I have seen many solutions using AM-GM relationships but I am not quite satisfied with those so here is my (incomplete) attempt at it using calculus.
I defined a plane $x+y+z=10$. The maximum volume of the cuboid lying between the axis planes and this $x+y+z=10$ plane would give us our required answer.
For a particular plane where $z$ is a constant, the plane gets intersected forming a line $x+y=a$, where $a=10-z$, hence a constant. The maximum values of $xy$ is achieved at $x=\frac{a}2, y=\frac{a}2$.

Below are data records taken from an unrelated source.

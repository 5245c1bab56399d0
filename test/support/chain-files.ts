// A fixed–free chain of n equal masses m and springs k written as an analysis program would
// export it, as Matrix Market text: K tridiagonal (2k on the diagonal, k at the free end, −k
// beside it, lower triangle stored), M = m I. Its closed form is REFERENCES.md item 2:
// ω_j = 2 √(k/m) sin((2j − 1) π / (2 (2n + 1))).

/** K and M of the chain as 'coordinate real symmetric' Matrix Market text. */
export function chainMatrixMarket(n: number, k: number, m: number): { K: string; M: string } {
  const K = ['%%MatrixMarket matrix coordinate real symmetric', `${n} ${n} ${2 * n - 1}`];
  for (let i = 1; i <= n; i++) {
    K.push(`${i} ${i} ${i === n ? k : 2 * k}`);
    if (i < n) K.push(`${i + 1} ${i} ${-k}`);
  }
  const M = ['%%MatrixMarket matrix coordinate real symmetric', `${n} ${n} ${n}`];
  for (let i = 1; i <= n; i++) M.push(`${i} ${i} ${m}`);
  return { K: K.join('\n') + '\n', M: M.join('\n') + '\n' };
}

/** ω_j of the chain, rad/s (the closed form above). */
export function chainOmega(n: number, k: number, m: number, j: number): number {
  return 2 * Math.sqrt(k / m) * Math.sin(((2 * j - 1) * Math.PI) / (2 * (2 * n + 1)));
}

Hence our equation $x+y+z=10$ is reduced to $2x+z=10$. We can say that for maximum values of $x,y,z$ subject to aforementioned constraints, the quadrilateral plane lying between $(0,0,0), (0,0,z), (x,y,z),$ and $(x,y,0)$ will be of the maximum area, which would hence given us the maximum values as $\left(\frac{5\sqrt2}2, \frac{5\sqrt2}2, 10-5\sqrt2\right)$
So the maximum volume should be $125 - \frac{125\sqrt2}2$.
My question was whether the assumption that the vertex would lie on the line $x+y=a$ is wrong?
Instead of taking planes along $z$ axis, we could have chosen $x$ or $y$ axis, but the result would be the same so it would be fine. But there seems to be no minima in my range? How to go for it using calculus?